There is a rich literature on CEGAR approaches for hybrid automata, either abstracting to a purely discrete system [3, 10, 27, 33, 34] or to a hybrid automaton with simpler dynamics [22, 30]. Both categories exploit the principle that the verification step is easier to carry out in the abstract domain. The abstraction entails a considerable loss of precision that can only be counteracted by increasing the number of abstract states. This leads to a state explosion that severely limits the applicability of such approaches. In contrast, our approach allows us to increase the precision by adding template directions, which does not increase the number of abstract states. The only case where we incur additional abstract states is when partitioning the time domain. This is a direct consequence of the nonconvexity of flowpipes of affine systems, and therefore seems to be unavoidable when using convex sets in abstractions. In [26], the abstraction consists of removing selected ODE entirely. This reduces the complexity, but does not achieve any fine-tuning between accuracy and complexity. Template reachability has been shown to be very effective in both scaling up reachability tasks to more efficient successor computations [15, 31, 32] and achieving termination even over unbounded time horizons [12]. The drawback of templates is the lack of accuracy, which may lead to an approximation error that accumulates excessively.

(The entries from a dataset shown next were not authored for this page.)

import { describe, expect, it } from 'vitest';
import config from '../../../electron.config';
import pkg from '../../../package.json' with { type: 'json' };

const targetNames = (target: unknown): string[] =>
  (Array.isArray(target) ? target : [target]).map((t) => (typeof t === 'string' ? t : (t as { target: string }).target));

describe('electron-builder configuration', () => {
  it('names the product and pins the Electron version to the installed dependency', () => {
    expect(config.appId).toBe('org.gazeloom.app');
    expect(config.productName).toBe('Gazeloom');
    expect(config.electronVersion).toBe(pkg.optionalDependencies.electron);
    expect(config.electronVersion).toMatch(/^\d+\.\d+\.\d+$/);
  });

  it('builds AppImage and deb on Linux, NSIS on Windows and dmg on macOS', () => {
    expect(targetNames(config.linux?.target)).toEqual(['AppImage', 'deb']);
    expect(targetNames(config.win?.target)).toEqual(['nsis']);
    expect(targetNames(config.mac?.target)).toEqual(['dmg']);
  });

  it('packages only the built bundles and the manifest, with the main entry the bundle', () => {
    expect(config.files).toEqual(['dist/**/*', '!dist/**/*.map', 'package.json']);
    expect((config.extraMetadata as { main: string }).main).toBe(pkg.main);
    expect(pkg.main).toBe('dist/main/main.cjs');
  });

  it('keeps Electron optional so installs without its binary still succeed', () => {
    expect(pkg.optionalDependencies).toHaveProperty('electron');
    expect(pkg.dependencies).not.toHaveProperty('electron');
    expect(pkg.devDependencies).not.toHaveProperty('electron');
  });
});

Efforts to dynamically refine templates have so far not scaled well for affine dynamics [14]. A single-step refinement was proposed in [4], but as was illustrated in [7], the refinement needs to be inductive in order to exclude counterexamples in a CEGAR scheme.

9 Conclusion

We have developed an abstraction refinement scheme that combines the efficiency and scalability of template reachability with just enough precision to exclude all detected paths to the bad states. At each iteration of the refinement loop, only one template direction is added per mode and time-step. This does not increase the number of abstract states. Additional abstract states are only introduced when required by the nonconvexity of flowpipes of affine systems, a problem that we consider unavoidable. In contrast, existing CEGAR approaches for hybrid automata tend to suffer from state explosion, since refining the abstraction immediately requires additional abstract states. As our experiments confirm, our approach results in templates over very low complexity and terminates with an unbounded proof of safety after a relatively small number of iterations. Further research is required to extend this work to nondeterministic and nonlinear dynamics.